Our hero sighs, having heard this question multiple times a day, every single day, since they started their data journey. They muster up their strength and respond, attaching a screenshot with an arrow pointing where to click. The stakeholder is happy with the prompt answer, and our hero goes back to looking for a missing comma.
I’m sure this situation will strike a chord with data practitioners sandwiched between analytics teams and stakeholders. For years I tried to fight Excel, provide users with more and more flexibility in dashboards and reports, and train them to build their own. Many of those initiatives were hugely successful, and many failed miserably. But no matter how much I tried, I never managed to beat Excel at its own game. Sooner or later, the dreaded question would pop up.

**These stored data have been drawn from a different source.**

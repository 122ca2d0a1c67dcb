package hydraulics

import (
	"fmt"
	"math"

	"flowset/internal/fluid"
)

// SetMember is one running pump of a PumpSet.
type SetMember struct {
	Curve PumpCurve // at the pump's rated speed
	// Speed is the pump's own speed ratio, for a pump whose drive is set
	// apart from the rest (a fixed-speed assist pump, say); 0: the pump
	// runs at the set's speed.
	Speed float64
}

// PumpSet is the pumps that run together on one circuit: in parallel, each
// through its own non-return valve into common headers, or in series, one
// feeding the next. Each has its own curve. As an Element it is the combined
// pump, its drop the negative of the combined pressure rise.
//
// The combined curve is exact, never a fit: in parallel the flows add at
// equal head, each pump giving flow only while the common head is below its
// own head at zero flow (its non-return valve shuts above it); in series the
// heads add at equal flow. Each pump's curve carries the slope limits of
// Pump, so the combined head falls strictly with flow and the network
// Jacobian stays positive. A set of one pump is that Pump exactly.
//
// The set obeys the affinity laws in its Speed when every member follows it
// (Speed 0 on each): each member's curve scales so, and so does their sum
// at equal head or equal flow.
type PumpSet struct {
	Members []SetMember
	Series  bool
	Speed   float64 // the set's speed ratio N/N_rated; 0 means 1
}

func (s PumpSet) speed() float64 {
	if s.Speed == 0 {
		return 1
	}
	return s.Speed
}

// curve returns member i's curve at the speed it runs at.
func (s PumpSet) curve(i int) PumpCurve {
	m := s.Members[i]
	if m.Speed > 0 {
		return m.Curve.AtSpeed(m.Speed)
	}
	return m.Curve.AtSpeed(s.speed())
}

// single reports whether the set is one pump following the set's speed,
// which is a Pump exactly.
func (s PumpSet) single() bool { return len(s.Members) == 1 && s.Members[0].Speed == 0 }

// AtSpeed returns the set with its speed ratio set to r (members with their
// own speed keep it).
func (s PumpSet) AtSpeed(r float64) PumpSet {
	s.Speed = r
	return s
}

// Scaled returns the set with every member's head multiplied by k (at every
// flow): a worn or mis-rated set seen through one head multiplier. The
// combined head is then k times the set's, in parallel and in series.
func (s PumpSet) Scaled(k float64) PumpSet {
	out := s
	out.Members = make([]SetMember, len(s.Members))
	for i, m := range s.Members {
		m.Curve.A0 *= k
		m.Curve.A1 *= k
		m.Curve.A2 *= k
		out.Members[i] = m
	}
	return out
}

// Validate reports whether the set can serve as an element.
func (s PumpSet) Validate() error {
	if len(s.Members) == 0 {
		return fmt.Errorf("pump set: no pump runs: %w", ErrInvalid)
	}
	if !(s.Speed >= 0) || math.IsInf(s.Speed, 1) {
		return fmt.Errorf("pump set: speed ratio %g must be positive: %w", s.Speed, ErrInvalid)
	}
	for i, m := range s.Members {
		if !(m.Speed >= 0) || math.IsInf(m.Speed, 1) {
			return fmt.Errorf("pump set: pump %d: speed ratio %g must be positive: %w", i+1, m.Speed, ErrInvalid)
		}
		if err := s.curve(i).Validate(); err != nil {
			return fmt.Errorf("pump set: pump %d: %w", i+1, err)
		}
	}
	return nil
}

// Drop implements Element: dp = -ρ g H(q) with H the combined head.
func (s PumpSet) Drop(q float64, f fluid.State) (dp, slope float64) {
	h, dh := s.Head(q)
	rg := f.Density * StandardGravity
	return -rg * h, -rg * dh
}

// Head returns the combined head [m] at total flow q [m3/s] and its slope
// dH/dq, with the slope limits of each pump (see Pump).
func (s PumpSet) Head(q float64) (h, dh float64) {
	switch {
	case len(s.Members) == 0:
		return math.NaN(), math.NaN()
	case s.single():
		return s.Members[0].Curve.AtSpeed(s.speed()).headLimited(q)
	case s.Series:
		for i := range s.Members {
			hi, dhi := s.curve(i).headLimited(q)
			h += hi
			dh += dhi
		}
		return h, dh
	}
	cs := make([]PumpCurve, len(s.Members))
	for i := range cs {
		cs[i] = s.curve(i)
	}
	return parallelHead(cs, q)
}

// parallelHead returns the common head of pumps cs in parallel giving q
// together, and its slope: the head H at which the flows q_i(H) of the pumps
// whose zero-flow head exceeds H add up to q, found by a safeguarded Newton
// iteration on the monotone sum. At q <= 0 no non-return valve opens but
// the highest pump's: the head continues along that pump's curve (as for a
// single Pump), so head and slope stay continuous.
func parallelHead(cs []PumpCurve, q float64) (h, dh float64) {
	top, hTop := 0, math.Inf(-1)
	for i, c := range cs {
		if h0, _ := c.headLimited(0); h0 > hTop {
			top, hTop = i, h0
		}
	}
	if q <= 0 {
		return cs[top].headLimited(q)
	}
	// Bracket: at hTop the pumps give nothing; at the lowest head any one
	// pump has giving q alone, the pumps together give at least q.
	hi, lo := hTop, math.Inf(1)
	for _, c := range cs {
		hq, _ := c.headLimited(q)
		lo = math.Min(lo, hq)
	}
	sum := func(h float64) (g, dg float64) {
		for _, c := range cs {
			qi, dqi := c.flowAt(h)
			if qi > 0 {
				g += qi
				dg += dqi
			}
		}
		return g - q, dg
	}
	h = lo
	scale := math.Max(math.Abs(hTop), math.Abs(lo))
	for range 200 {
		g, dg := sum(h)
		if g == 0 {
			break
		}
		if g > 0 {
			lo = h
		} else {
			hi = h
		}
		next := h - g/dg
		if !(dg < 0) || !(next > lo && next < hi) {
			next = 0.5 * (lo + hi)
		}
		if math.Abs(next-h) <= 1e-15*scale || hi-lo <= 1e-15*scale {
			h = next
			break
		}
		h = next
	}
	_, dg := sum(h)
	if !(dg < 0) {
		// Only at a pump's cut-in head with every other pump shut: take
		// the top pump's slope, which is the one running.
		_, d := cs[top].headLimited(q)
		return h, d
	}
	return h, 1 / dg
}

// flowAt returns the flow at which the slope-limited curve (headLimited)
// gives head h, and dq/dh: the curve falls strictly, so there is one.
func (c PumpCurve) flowAt(h float64) (q, dq float64) {
	lo, hi, ok := c.falling()
	if !ok {
		floor, err := c.slopeFloor()
		if err != nil || floor == 0 {
			return math.NaN(), math.NaN()
		}
		return (c.A0 - h) / floor, -1 / floor
	}
	if hl := c.Head(lo); h >= hl {
		return lo + (h-hl)/c.Slope(lo), 1 / c.Slope(lo)
	}
	if !math.IsInf(hi, 1) {
		if hh := c.Head(hi); h <= hh {
			return hi + (h-hh)/c.Slope(hi), 1 / c.Slope(hi)
		}
	}
	// A2 q² + A1 q + (A0 - h) = 0 on (lo, hi), where the quadratic falls.
	switch {
	case c.A2 == 0:
		q = (h - c.A0) / c.A1
	default:
		b, cc := c.A1, c.A0-h
		d := math.Sqrt(math.Max(b*b-4*c.A2*cc, 0))
		// The two roots written without cancellation; keep the one in
		// the falling interval.
		var r1 float64
		if b >= 0 {
			r1 = (-b - d) / (2 * c.A2)
		} else {
			r1 = (-b + d) / (2 * c.A2)
		}
		r2 := cc / (c.A2 * r1)
		if r1 == 0 {
			r2 = -b / c.A2
		}
		q = r1
		if dist(r2, lo, hi) < dist(r1, lo, hi) {
			q = r2
		}
		q = math.Min(math.Max(q, lo), hi)
	}
	// One Newton step polishes the root to the working precision.
	if s := c.Slope(q); s < 0 {
		q -= (c.Head(q) - h) / s
	}
	return q, 1 / c.Slope(q)
}

// dist returns how far x lies outside [lo, hi].
func dist(x, lo, hi float64) float64 {
	switch {
	case x < lo:
		return lo - x
	case x > hi:
		return x - hi
	}
	return 0
}

// Flows returns each member's flow [m3/s] when the set gives total flow q:
// in series every pump carries q; in parallel each gives its flow at the
// common head (0 for a pump held shut by its non-return valve).
func (s PumpSet) Flows(q float64) []float64 {
	out := make([]float64, len(s.Members))
	if s.Series || len(s.Members) == 1 {
		for i := range out {
			out[i] = q
		}
		return out
	}
	h, _ := s.Head(q)
	for i := range out {
		qi, _ := s.curve(i).flowAt(h)
		out[i] = math.Max(qi, 0)
	}
	return out
}

// Heads returns each member's head [m] at total flow q: the common head in
// parallel, its own head at q in series.
func (s PumpSet) Heads(q float64) []float64 {
	out := make([]float64, len(s.Members))
	if !s.Series || len(s.Members) == 1 {
		h, _ := s.Head(q)
		for i := range out {
			out[i] = h
		}
		return out
	}
	for i := range out {
		out[i], _ = s.curve(i).headLimited(q)
	}
	return out
}

// ShutOff returns the combined head at zero flow [m] of the quadratics (as
// PumpCurve.ShutOff): the highest pump's in parallel, the sum in series.
func (s PumpSet) ShutOff() float64 {
	var h float64
	for i := range s.Members {
		h0 := s.curve(i).ShutOff()
		if s.Series {
			h += h0
		} else {
			h = math.Max(h, h0)
		}
	}
	return h
}

// MaxFlow returns the combined flow at zero head (run-out), or an error
// when the set's head never falls to zero. A single pump's is its curve's
// MaxFlow.
func (s PumpSet) MaxFlow() (float64, error) {
	if len(s.Members) == 0 {
		return 0, fmt.Errorf("pump set: no pump runs: %w", ErrInvalid)
	}
	if s.single() {
		return s.Members[0].Curve.AtSpeed(s.speed()).MaxFlow()
	}
	if !s.Series {
		var q float64
		for i := range s.Members {
			qi, err := s.curve(i).MaxFlow()
			if err != nil {
				return 0, err
			}
			q += qi
		}
		return q, nil
	}
	// Series: the head falls strictly; bracket its zero and bisect.
	var hi float64
	for i := range s.Members {
		qi, err := s.curve(i).MaxFlow()
		if err != nil {
			return 0, err
		}
		hi = math.Max(hi, qi)
	}
	lo := 0.0
	for range 200 {
		mid := 0.5 * (lo + hi)
		if h, _ := s.Head(mid); h > 0 {
			lo = mid
		} else {
			hi = mid
		}
		if hi-lo <= 1e-15*hi {
			break
		}
	}
	return 0.5 * (lo + hi), nil
}

// RefFlow returns a flow that scales the set's curve: the sum (parallel) or
// largest (series) of the members' fitted flow ranges, else the run-out.
func (s PumpSet) RefFlow() float64 {
	var q float64
	for i := range s.Members {
		c := s.curve(i)
		qi := c.QMax
		if !(qi > 0) {
			if v, err := c.MaxFlow(); err == nil {
				qi = v
			}
		}
		if s.Series {
			q = math.Max(q, qi)
		} else {
			q += qi
		}
	}
	return q
}

// SpeedFor returns the set speed ratio at which the set gives pressure rise
// dp [Pa] at flow q [m3/s], NaN where no speed up to ten times rated does.
// A single pump's is SpeedFor of its curve. For a set, the combined head at
// q rises with the speed (each pump's does), so the speed is found by
// bisection on the slope-limited head.
func (s PumpSet) SpeedFor(q, dp float64, f fluid.State) float64 {
	if s.single() {
		return SpeedFor(s.Members[0].Curve, q, dp, f)
	}
	h := dp / (f.Density * StandardGravity)
	at := func(r float64) float64 { v, _ := s.AtSpeed(r).Head(q); return v - h }
	lo, hi := 1e-3, 10.0
	if at(hi) < 0 || at(lo) > 0 {
		return math.NaN()
	}
	for range 200 {
		mid := 0.5 * (lo + hi)
		if at(mid) < 0 {
			lo = mid
		} else {
			hi = mid
		}
		if hi-lo <= 1e-13*hi {
			break
		}
	}
	return 0.5 * (lo + hi)
}

// EfficiencyCurve is a pump's efficiency against flow at its rated speed,
// from points of its data sheet (flows rising), interpolated linearly and
// held at the end values beyond them. At speed ratio s the efficiency at
// flow q is the rated curve's at q/s: the affinity laws move a duty along a
// parabola on which the efficiency stays about constant (approximate: it
// falls at low speed and in small pumps).
type EfficiencyCurve struct {
	Flow, Eff []float64 // m3/s, fractions
}

// At returns the efficiency at flow q [m3/s] at speed ratio s, and whether
// q/s lies within the points (outside, the nearest end's value is given).
// It returns NaN for a curve without points.
func (c EfficiencyCurve) At(q, s float64) (eta float64, inRange bool) {
	n := len(c.Flow)
	if n == 0 || len(c.Eff) != n || !(s > 0) {
		return math.NaN(), false
	}
	x := q / s
	switch {
	case x <= c.Flow[0]:
		return c.Eff[0], x == c.Flow[0]
	case x >= c.Flow[n-1]:
		return c.Eff[n-1], x == c.Flow[n-1]
	}
	i := 1
	for c.Flow[i] < x {
		i++
	}
	t := (x - c.Flow[i-1]) / (c.Flow[i] - c.Flow[i-1])
	return c.Eff[i-1] + t*(c.Eff[i]-c.Eff[i-1]), true
}

// Speeds returns each member's speed ratio in the set.
func (s PumpSet) Speeds() []float64 {
	out := make([]float64, len(s.Members))
	for i, m := range s.Members {
		out[i] = s.speed()
		if m.Speed > 0 {
			out[i] = m.Speed
		}
	}
	return out
}

// Relative returns, for a set none of whose pumps follows the set's speed
// (each on its own fixed speed), the same set with every pump following it
// from its own speed: at set speed 1 each runs at its own, and a set speed
// r turns every one by r. ok is false, and the set is returned as it is,
// where a pump follows the set's speed already.
func (s PumpSet) Relative() (out PumpSet, ok bool) {
	for _, m := range s.Members {
		if m.Speed == 0 {
			return s, false
		}
	}
	out = s
	out.Members = make([]SetMember, len(s.Members))
	for i, m := range s.Members {
		out.Members[i] = SetMember{Curve: m.Curve.AtSpeed(m.Speed)}
	}
	return out, len(s.Members) > 0
}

Self-service analytics is deemed to be this holy grail that all teams strive towards. If we can empower our users, we say, we’ll have more time to do work that significantly moves the needle. We’ll receive less tickets, think more deeply about problems, and build better data models.

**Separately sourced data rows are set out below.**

package hydraulics

import (
	"errors"
	"fmt"
	"math"
	"testing"

	"flowset/internal/fluid"
)

func TestPipeHagenPoiseuille(t *testing.T) {
	// Closed form for laminar flow: dp = 128 μ L q / (π D⁴).
	p := Pipe{Bore: 0.01, Length: 3, Roughness: 1.5e-6}
	for _, q := range []float64{0, 1e-7, 1e-6, -1e-6} {
		dp, slope := p.Drop(q, water20)
		want := 128 * water20.Viscosity * p.Length / (math.Pi * math.Pow(p.Bore, 4))
		if relErr(slope, want) > 1e-14 || relErr(dp, want*q) > 1e-14 {
			t.Errorf("Drop(%g) = %g, %g; want %g, %g", q, dp, slope, want*q, want)
		}
	}
}

func TestPipeDarcyWeisbach(t *testing.T) {
	// dp = f L/D ρ v²/2 with f from the Colebrook table (references §2.2,
	// [C]): choose q so that Re = 1e5 exactly in a DN50 pipe, ε/D = 1e-3.
	p := Pipe{Bore: 0.05, Length: 10, Roughness: 0.05e-3}
	v := 1e5 * water20.Viscosity / (water20.Density * p.Bore)
	q := v * p.Area()
	if re := p.Reynolds(q, water20); relErr(re, 1e5) > 1e-14 {
		t.Fatalf("Reynolds = %g, want 1e5", re)
	}
	dp, _ := p.Drop(q, water20)
	want := 0.022174535944515076 * p.Length / p.Bore * water20.Density * v * v / 2
	if relErr(dp, want) > 1e-12 {
		t.Errorf("Drop = %.12g, want %.12g", dp, want)
	}
	if got := p.Velocity(-q); got != -v && relErr(got, -v) > 1e-15 {
		t.Errorf("Velocity(-q) = %g, want %g", got, -v)
	}
}

// elementCases are one of each passive element, for the derivative and
// oddness checks.
func elementCases() []struct {
	name string
	e    Element
} {
	pipe := Pipe{Bore: 0.0266, Length: 25, Roughness: 0.045e-3}
	return []struct {
		name string
		e    Element
	}{
		{"pipe", pipe},
		{"smooth pipe", Pipe{Bore: 0.02, Length: 5}},
		{"fitting", Fitting{K: 1.5, Bore: 0.0266}},
		{"terminal", Terminal{RatedDrop: 15e3, RatedFlow: 0.3e-3}},
		{"fixed kv", FixedKv{Kv: 2.5}},
		{"scaled", Scaled{E: pipe, Factor: 1.7}},
		{"series", Series{pipe, Fitting{K: 3, Bore: 0.0266}, FixedKv{Kv: 4}}},
		{"valve table", Valve{Char: handwheel(), Setting: 2.7, KvScale: 1.1}},
		{"valve equal-percentage", Valve{Char: Inherent{Kind: EqualPercentage, Kvs: 2.5, Rangeability: 50}, Setting: 0.4}},
		{"valve closed", Valve{Char: Table{Settings: []float64{0, 1}, Kv: []float64{1e-8, 3}}}},
	}
}

// testFlows covers laminar, transition and turbulent flow in a DN25 pipe of
// water (Re 2000 ≈ 4.2e-5 m3/s), and reversed flow.
var testFlows = []float64{1e-6, 2e-5, 5e-5, 6e-5, 7.5e-5, 9e-5, 1e-4, 1e-3, 5e-3}

func TestElementSlopes(t *testing.T) {
	for _, ec := range elementCases() {
		t.Run(ec.name, func(t *testing.T) {
			for _, q := range testFlows {
				checkSlope(t, ec.name, ec.e, q, 1e-4, water20, 1e-6)
				checkSlope(t, ec.name, ec.e, -q, 1e-4, water20, 1e-6)
				checkOdd(t, ec.name, ec.e, q, water20)
			}
			dp, slope := ec.e.Drop(0, water20)
			if dp != 0 || slope < 0 || math.IsInf(slope, 0) || math.IsNaN(slope) {
				t.Errorf("Drop(0) = %g, %g; want 0 and a finite non-negative slope", dp, slope)
			}
		})
	}
}

func TestElementMonotone(t *testing.T) {
	// A passive element's drop strictly increases with flow over the
	// laminar-transition-turbulent sweep, so the network equations have one
	// solution.
	for _, ec := range elementCases() {
		prev := math.Inf(-1)
		for q := 1e-7; q < 1e-2; q *= 1.05 {
			dp, slope := ec.e.Drop(q, water20)
			if !(dp > prev) || !(slope > 0) {
				t.Errorf("%s: Drop(%g) = %g, %g after %g: want increasing", ec.name, q, dp, slope, prev)
				break
			}
			prev = dp
		}
	}
}

func TestFittingAndTerminal(t *testing.T) {
	// Fitting: dp = K ρ v²/2 (definition of the loss coefficient).
	ft := Fitting{K: 2, Bore: 0.1}
	q := 0.01
	v := q / (math.Pi / 4 * 0.01)
	if dp, _ := ft.Drop(q, water20); relErr(dp, 2*water20.Density*v*v/2) > 1e-14 {
		t.Errorf("Fitting.Drop = %g, want %g", dp, water20.Density*v*v)
	}
	// Terminal: passes through its rated point and scales with q².
	tm := Terminal{RatedDrop: 20e3, RatedFlow: 0.5e-3}
	if dp, _ := tm.Drop(0.5e-3, water20); relErr(dp, 20e3) > 1e-15 {
		t.Errorf("Terminal.Drop(rated) = %g, want 20000", dp)
	}
	if dp, _ := tm.Drop(0.25e-3, water20); relErr(dp, 5e3) > 1e-15 {
		t.Errorf("Terminal.Drop(rated/2) = %g, want 5000", dp)
	}
}

func TestValidate(t *testing.T) {
	tests := []struct {
		name string
		v    interface{ Validate() error }
		ok   bool
	}{
		{"pipe ok", Pipe{Bore: 0.02, Length: 1, Roughness: 1e-5}, true},
		{"pipe zero bore", Pipe{Length: 1}, false},
		{"pipe negative length", Pipe{Bore: 0.02, Length: -1}, false},
		{"pipe too rough", Pipe{Bore: 0.02, Length: 1, Roughness: 0.005}, false},
		{"pipe NaN", Pipe{Bore: math.NaN(), Length: 1}, false},
		{"fitting ok", Fitting{K: 0.3, Bore: 0.02}, true},
		{"fitting negative K", Fitting{K: -1, Bore: 0.02}, false},
		{"fitting zero bore", Fitting{K: 1}, false},
		{"terminal ok", Terminal{RatedDrop: 1e4, RatedFlow: 1e-4}, true},
		{"terminal zero flow", Terminal{RatedDrop: 1e4}, false},
		{"terminal zero drop", Terminal{RatedFlow: 1e-4}, false},
		{"fixed kv ok", FixedKv{Kv: 1}, true},
		{"fixed kv zero", FixedKv{}, false},
		{"scaled ok", Scaled{E: Pipe{Bore: 0.02, Length: 1}, Factor: 1.2}, true},
		{"scaled nil", Scaled{Factor: 1}, false},
		{"scaled negative", Scaled{E: FixedKv{Kv: 1}, Factor: -1}, false},
		{"scaled bad inner", Scaled{E: FixedKv{}, Factor: 1}, false},
		{"series ok", Series{FixedKv{Kv: 1}, Terminal{RatedDrop: 1, RatedFlow: 1}}, true},
		{"series bad element", Series{FixedKv{Kv: 1}, Terminal{}}, false},
		{"series nil element", Series{nil}, false},
	}
	for _, tc := range tests {
		t.Run(tc.name, func(t *testing.T) {
			err := tc.v.Validate()
			if tc.ok && err != nil {
				t.Errorf("Validate() = %v, want nil", err)
			}
			if !tc.ok && !errors.Is(err, ErrInvalid) {
				t.Errorf("Validate() = %v, want ErrInvalid", err)
			}
		})
	}
}

func BenchmarkPipeDrop(b *testing.B) {
	p := Pipe{Bore: 0.0266, Length: 25, Roughness: 0.045e-3}
	for _, c := range []struct {
		name string
		q    float64
	}{{"laminar", 2e-5}, {"transition", 7e-5}, {"turbulent", 1e-3}} {
		b.Run(c.name, func(b *testing.B) {
			var s float64
			for b.Loop() {
				dp, _ := p.Drop(c.q, water20)
				s += dp
			}
			_ = s
		})
	}
}

func ExamplePipe_Drop() {
	// 25 m of DN25 steel pipe (bore 26.6 mm) carrying 0.5 L/s of water at
	// 20 °C.
	p := Pipe{Bore: 0.0266, Length: 25, Roughness: 0.045e-3}
	water := fluid.State{Temperature: 293.15, Density: 998.2061, Viscosity: 1.0016e-3}
	dp, _ := p.Drop(0.5e-3, water)
	fmt.Printf("v = %.3f m/s, Re = %.0f, dp = %.2f kPa\n", p.Velocity(0.5e-3), p.Reynolds(0.5e-3, water), dp/1e3)
	// Output:
	// v = 0.900 m/s, Re = 23852, dp = 10.79 kPa
}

Despite that, I’ve often fought with both teams and data governance practices that, though they meant well, explicitly prevented people from exporting the underlying dataset in a dashboard. Despite touting self-service as this ultimate goal, I saw an unwillingness to embrace tools that their users already knew.
“Self-service” is notoriously hard to pin down because there is no one definition that’s applicable to all users.
For me and most other engineers, getting access to unstructured data, loosely documented, living in between file systems and APIs, will already mean we can self-serve and extract insights, even if it takes a while.
On the other end of the spectrum, I’ve had users whose technical abilities only went as far as selecting from drop-down filters in dashboards.
And in between those extremes lies the vast majority of users. No matter their department, technical proficiency, or scope of their work, what unites them is that they know and have worked with Excel from the day they stepped foot in the first corporate office.
If our goal as a data team is to empower users, I say we’re doing ourselves a disservice by not embracing the dreaded Excel export. Yes, we should work to remove Excel bridges in data processing, we should write code that’s tested, with business logic that’s well documented and doesn’t live in someone’s head, we should do our best to take the data from the sources as far as we can, exposing it cleanly and securely to as many users as possible.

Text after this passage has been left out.